**Instructions to follow**
Work out how many lines in the records contain the word "heightKm", and give that number alone.

[Collected data]
━━━

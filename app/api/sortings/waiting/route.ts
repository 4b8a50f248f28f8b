import { route } from "@/lib/http/route";
import { waitingBagsEndpoint } from "@/lib/sorting/contract/waiting";
import { listWaitingBags } from "@/lib/sorting/queries/waiting";

export const GET = route(waitingBagsEndpoint, listWaitingBags);
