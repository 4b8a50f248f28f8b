/** There is always at least one coordinator who can sign in, and nobody raises or lowers themselves. */
import type { PersonId } from "@/lib/core/ids";
import type { Role } from "@/lib/core/permissions";

type Target = { id: PersonId; role: Role; joined: boolean };
export type PeopleProblem = "own-role" | "last-coordinator";

/**
 * May this person get another role, or be removed (next: null)?
 *
 * @param by who asks; null for the program itself
 * @param coordinators how many coordinators can sign in now, the person among them
 */
export function checkChange(
  target: Target,
  next: Role | null,
  by: PersonId | null,
  coordinators: number,
): PeopleProblem | null {
  if (target.id === by && next !== target.role) return "own-role";
  const leaves = target.role === "coordinator" && target.joined && next !== "coordinator";
  return leaves && coordinators <= 1 ? "last-coordinator" : null;
}

/** Where a role begins when nothing else was wished for. */
export function homeOf(role: Role): "/account" | "/today" {
  return role === "donor" ? "/account" : "/today";
}

/**
 * Where to go after signing in: a path of this program, never another site. A browser reads "//host" and
 * "/\host" as another host, and drops tabs and line breaks before it looks.
 *
 * @returns the path with its query, or null when the wish is none of ours
 */
export function safeNext(wish: string | null | undefined): string | null {
  if (!wish?.startsWith("/") || wish.includes("\\") || /\p{Cc}/u.test(wish)) return null;
  let url: URL;
  try {
    url = new URL(wish, "http://own.invalid");
  } catch {
    return null;
  }
  if (url.origin !== "http://own.invalid" || url.pathname.startsWith("//")) return null;
  return url.pathname + url.search + url.hash;
}
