import type { RandomStream } from "./random.ts";

/** Side of a texture in cells of 1 km: a power of two, so that it wraps by a mask. */
export const TEXTURE_SIDE = 512;
const MASK = TEXTURE_SIDE - 1;

/**
 * A pattern without edges: random values on lattices of falling spacing, joined by smooth steps.
 * Mean 0, deviation 1. Shape [512, 512].
 *
 * @param spacingsKm - lattice spacings, powers of two; each adds `fade` times as much as the one before
 */
export function wrappedTexture(
  random: RandomStream,
  spacingsKm: readonly number[],
  fade: number,
): Float32Array {
  const texture = new Float32Array(TEXTURE_SIDE * TEXTURE_SIDE);
  let amplitude = 1;
  for (const spacing of spacingsKm) {
    const side = TEXTURE_SIDE / spacing;
    const lattice = Float64Array.from({ length: side * side }, () => random.between(-1, 1));
    const steps = Float64Array.from({ length: spacing }, (_, i) => {
      const s = i / spacing;
      return s * s * (3 - 2 * s);
    });
    for (let y = 0; y < TEXTURE_SIDE; y++) {
      const row = Math.floor(y / spacing);
      const v = steps[y % spacing]!;
      const low = row * side;
      const high = ((row + 1) % side) * side;
      for (let x = 0; x < TEXTURE_SIDE; x++) {
        const column = Math.floor(x / spacing);
        const next = (column + 1) % side;
        const u = steps[x % spacing]!;
        const south = lattice[low + column]! * (1 - u) + lattice[low + next]! * u;
        const north = lattice[high + column]! * (1 - u) + lattice[high + next]! * u;
        texture[y * TEXTURE_SIDE + x]! += amplitude * (south * (1 - v) + north * v);
      }
    }
    amplitude *= fade;
  }
  let mean = 0;
  for (const value of texture) mean += value / texture.length;
  let variance = 0;
  for (const value of texture) variance += (value - mean) ** 2 / texture.length;
  const scale = 1 / Math.sqrt(variance);
  return texture.map((value) => (value - mean) * scale);
}

/** The texture at a point, between its four neighbours. */
export function textureAt(texture: Float32Array, xKm: number, yKm: number): number {
  const column = Math.floor(xKm);
  const row = Math.floor(yKm);
  const u = xKm - column;
  const v = yKm - row;
  const west = column & MASK;
  const east = (column + 1) & MASK;
  const low = (row & MASK) * TEXTURE_SIDE;
  const high = ((row + 1) & MASK) * TEXTURE_SIDE;
  return (
    (texture[low + west]! * (1 - u) + texture[low + east]! * u) * (1 - v) +
    (texture[high + west]! * (1 - u) + texture[high + east]! * u) * v
  );
}

/**
 * A row of the moving texture: values at xKm = firstXKm, firstXKm + 1, … into `into`.
 * The fraction of a cell is the same all along, so four weights serve the whole row.
 */
export function textureRow(texture: Float32Array, firstXKm: number, yKm: number, into: Float32Array): void {
  const column = Math.floor(firstXKm);
  const row = Math.floor(yKm);
  const u = firstXKm - column;
  const v = yKm - row;
  const low = (row & MASK) * TEXTURE_SIDE;
  const high = ((row + 1) & MASK) * TEXTURE_SIDE;
  for (let i = 0; i < into.length; i++) {
    const west = (column + i) & MASK;
    const east = (column + i + 1) & MASK;
    into[i] =
      (texture[low + west]! * (1 - u) + texture[low + east]! * u) * (1 - v) +
      (texture[high + west]! * (1 - u) + texture[high + east]! * u) * v;
  }
}
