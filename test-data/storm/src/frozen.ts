import { createHash } from "node:crypto";
import { readFileSync } from "node:fs";
import { join } from "node:path";
import { gunzipSync } from "node:zlib";

/**
 * SHA-256 over what is true of a storm: truth.json (which for a world holds a digest of all scans too), the
 * total, and the one-minute rates unpacked, so that another version of zlib does not matter.
 *
 * @param folder - where `generateStorm` wrote
 */
export function truthDigest(folder: string): string {
  const read = (name: string): Buffer => readFileSync(join(folder, "truth", name));
  return createHash("sha256")
    .update(read("truth.json"))
    .update(read("depth_total_mm.f32"))
    .update(gunzipSync(read("rain_rate.u16.gz")))
    .digest("hex");
}

/**
 * What `truthDigest` gives for each world of small size at seeds 1 and 11. A digest that changes means that the
 * world has changed: then every figure that was measured in it has to be measured again, and both said so.
 */
export const FROZEN: Readonly<Record<string, { readonly 1: string; readonly 11: string }>> = {
  "bright-band": {
    1: "d4905b7ae9828611d8adbabcc38d63f30eb49304e983e07bcf6f0065dbfdcf4f",
    11: "361351c026e29a88495410f261a93553a1cbb807f0a2ddf5b4261135d19c6665",
  },
  "blind-zone": {
    1: "386f4438037d3ea4dc0a0cd5bcf842d3a57281bdeba9b7cbf183c910c2ee21b3",
    11: "0539a2a911f65284e601d5478002ba58621c7d3024b636f7ea16b13b5c6453b1",
  },
  "warm-rain": {
    1: "a15c42e88aecceccc6abe5d0e1e77104bb8c9571664ca1b1b32bc41d9561cb92",
    11: "b4e66291c755df672994526152dbc588f8af813092afac2a2032038150d06d1c",
  },
  "false-echo": {
    1: "a49535d1c6b97f88dece9aad50382df1a76465d39fe8aa0337be20d7f4d6ff20",
    11: "344e76b93bd7b56fed6fcee7c92f47eb3ce914e4805afecce6a384639570f47b",
  },
  "blocked-sector": {
    1: "6b286248f996b47683e31b92fb539894ab80555b40c9d6664470c7d7cc612a7f",
    11: "905a83c12eb27f39b6b782ba98407c35119a0d2d974261a610f843b8f42a3f2c",
  },
  "calibration-low": {
    1: "1bb8fd087dd6094b34db444ccff6921a89dca98c8825df8a108bc2ad24986fda",
    11: "ee53997ba68c84ab68649807407e7fb101cf6579526db830c218c8c30f52bc07",
  },
  "calibration-true": {
    1: "78836bf1afdd7abb689f3104488c998eb43c4544572d6d0afa8921c259f51306",
    11: "a76c208b93bb7d31363e0e8f61f92e0fc7b23914b54762e48db97d1f06e0269e",
  },
  "calibration-high": {
    1: "537cdd9b85b3ce0ac2ab314dd8276807cd8c645492a24ca5073075e5bad9a875",
    11: "b0a23c9b43967c92d1a3280ff1f07e47012111c251caebab12d8972463c845f4",
  },
  hail: {
    1: "5a4c94900eeb842b8542e237f37c5fadc9c1056a2f732a260f4d2de295675d0f",
    11: "e6dad41cdea3353ed0e443ed08aa574ee5b3844746dc57009b4fa39d75711a3c",
  },
  "gauge-faults": {
    1: "236fe80bf9df4807a72a98fc93a089648bec81e6ee10a31d6bcf0f4d0541733a",
    11: "c271faafe650d5b75db666cb5c24030f8475819dfa0774debc2486e5e80c1a28",
  },
  "network-in-inches": {
    1: "2a894a60ec443e22528eaa09126761664b6232cf06ca01973883a2cf20f92c5f",
    11: "fe46a406bc4d551691b01ff128ed861673c37db584083be776cce1fbb479831c",
  },
  "network-clock-late": {
    1: "0da5d3443e22a53a6cbb55a15f40db9e40c430ee0845a97c2da7b2bef4b257d4",
    11: "d114f2ff0e75f54d6b024d85794c3c00560c9cd6b5383aa737e2783ba8f54c87",
  },
  cloudburst: {
    1: "adfd4eb3f196ac0c3bb12f4461d77e7dd66ae54620bb9e876fe78e2d2e960792",
    11: "2d83abafc70b84998954951cff7c3443a4c719394815850ae96d336627dc0ac6",
  },
  mixed: {
    1: "7af46cfd6980e37f6e4cd55fabfaf6ca6e56fd371be6efea07afab7ad225fbff",
    11: "06f4931b70c89f1160211c420b2c60ed0c8908d4f7347c16eb7c84000374c992",
  },
  "mixed-without-attenuation": {
    1: "8565b576eea4af0b0a8e665e66eeb8e831da688b1906433b32709e10b14e0385",
    11: "30615dbba722be5a62425505303eb7bb8d849c9b154c86127ab7114f69894b5e",
  },
  "mixed-without-false-echo": {
    1: "a0f3b561873a0598d0de73481afce6799011dc2eb5e8ab4d9d569a5d1606e52d",
    11: "b8c885118de6711c2755c0a57cbb725ffc56465d7aa57e0afe2861b32a72214a",
  },
  "mixed-without-bright-band": {
    1: "6b933ce3afc5c499deba2e32ff5f3018b3d4eaeb7f6b4d33704367b171e23940",
    11: "ba7ef95f3a6c88e048bf99ab83eab390ae06a64f13490ec2063c46a252e3fc6d",
  },
  "mixed-without-blockage": {
    1: "36e8a82b4ded9397d1e7ab4b46b8fe88eba73b7dcf02aa259b7fdac0b33cda70",
    11: "f003810ccfa7d58a88e218472957cb7d1907412a463458802046bcd55cd1fd63",
  },
  "mixed-without-calibration": {
    1: "6dcb48fc85e5a18fabb37276581f09a74d6a190af616af6929918131c2cb6e93",
    11: "62da48791d2976680b9730846d717fbd4b4560afe426f39f48457307a0dd2c53",
  },
  "mixed-without-hail": {
    1: "c733a07e27ce292d82e16d5723b641e926798f3928010fb1b9906c173c0371f9",
    11: "2550d21a3ef25094c7287175d204f834f93c38769c43cf41c2a4688966a8e163",
  },
};
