/** Everything about one sweep that no weather changes. Shapes [ray, gate] and [gate]. */
export interface SweepGeometry {
  readonly elevationDeg: number;
  readonly xKm: Float32Array;
  readonly yKm: Float32Array;
  /** Share of the beam's power that terrain leaves. */
  readonly open: Float32Array;
  /** Echo of the ground before and after the clutter filter, mm6 m-3; 0 where there is none. */
  readonly clutterZ: Float32Array;
  readonly residualClutterZ: Float32Array;
  /** 1 where a turbine stands, else 0. */
  readonly turbine: Uint8Array;
  readonly heightKm: Float32Array;
  /** Mean over the beam of the two vertical profiles, as factors of Z. */
  readonly widespreadFactor: Float32Array;
  readonly showerFactor: Float32Array;
  /** Share of the beam below the melting layer, and within it. */
  readonly rainShare: Float32Array;
  readonly meltingShare: Float32Array;
  readonly noiseZ: Float32Array;
}

/** Height of the melting layer above sea level, km. */
export interface MeltingLayer {
  readonly bottomKm: number;
  readonly topKm: number;
}

/**
 * Rain with a melting layer: constant below, +6 dB at its middle, -4.5 dB/km above.
 * The numbers are common practice; see Fabry and Zawadzki (1995), J. Atmos. Sci. 52, 838-851, and Kitchen,
 * Brown and Davies (1994), Q. J. R. Meteorol. Soc. 120, 1231-1254.
 */
export function widespreadProfile(layer: MeltingLayer): EchoProfile {
  return {
    kneesKm: [layer.bottomKm, (layer.bottomKm + layer.topKm) / 2, layer.topKm],
    kneesDb: [0, 6, 0],
    slopeAboveDbPerKm: -4.5,
  };
}

/** Showers stand tall and show no melting layer: constant to 1 km above it, -3 dB/km beyond (our choice). */
function showerProfile(layer: MeltingLayer): EchoProfile {
  return { kneesKm: [layer.topKm + 1], kneesDb: [0], slopeAboveDbPerKm: -3 };
}

/** Works out one sweep's geometry, blockage and clutter, once for the whole storm. */
export function sweepGeometry(
  radar: RadarPlan,
  elevationDeg: number,
  plane: Plane,
  ridges: readonly Ridge[],
  layer: MeltingLayer,
  turbines: readonly Turbine[] = [],
): SweepGeometry {
  const { gateCount } = radar;
  const gates = RAY_COUNT * gateCount;
  const geometry: SweepGeometry = {
    elevationDeg,
    xKm: new Float32Array(gates),
    yKm: new Float32Array(gates),
    open: new Float32Array(gates),
    clutterZ: new Float32Array(gates),
    residualClutterZ: new Float32Array(gates),
    turbine: new Uint8Array(gates),
    heightKm: new Float32Array(gateCount),
    widespreadFactor: new Float32Array(gateCount),
    showerFactor: new Float32Array(gateCount),
    rainShare: new Float32Array(gateCount),
    meltingShare: new Float32Array(gateCount),
    noiseZ: new Float32Array(gateCount),
  };
  const arcKm = fillRanges(radar, geometry, layer);
  for (let ray = 0; ray < RAY_COUNT; ray++) {
    placeRay(radar, geometry, arcKm, ray, plane);
    meetTerrain(radar, geometry, ray, ridges);
  }
  for (const turbine of turbines) raiseTurbine(geometry, turbine);
  return geometry;
}

/** Turning blades defeat the clutter filter: 1 dB is all that it takes. A turbine out of reach is none. */
function raiseTurbine(geometry: SweepGeometry, turbine: Turbine): void {
  let nearest = -1;
  let distance2 = 1;
  geometry.xKm.forEach((xKm, index) => {
    const here2 = (xKm - turbine.xKm) ** 2 + (geometry.yKm[index]! - turbine.yKm) ** 2;
    if (here2 >= distance2) return;
    distance2 = here2;
    nearest = index;
  });
  if (nearest === -1) return;
  geometry.turbine[nearest] = 1;
  geometry.clutterZ[nearest] = fromDb(turbine.dbz - CLUTTER_DB_PER_DEG * (geometry.elevationDeg - 0.5));
  geometry.residualClutterZ[nearest] = geometry.clutterZ[nearest]! * fromDb(-1);
}
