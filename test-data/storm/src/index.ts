export { type BenchOptions, generateBenchVolumes } from "./bench.ts";
export { FROZEN, truthDigest } from "./frozen.ts";
export type { GaugeFault } from "./gauges.ts";
export {
  DISTRICT_CENTRE,
  generateStorm,
  type StormOptions,
  type StormSummary,
} from "./generate.ts";
export { TRUTH_RATE_STEP_MM_PER_HOUR } from "./grids.ts";
export { DEMO, PRESETS, SMALL, type StormPreset, TINY } from "./presets.ts";
export type { RadarPlan } from "./radar.ts";
export {
  REPORT_SEEDS,
  TUNING_SEEDS,
  WORLDS,
  type World,
  type WorldSize,
  worldStorm,
} from "./worlds.ts";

━━━

**Result for this task**
2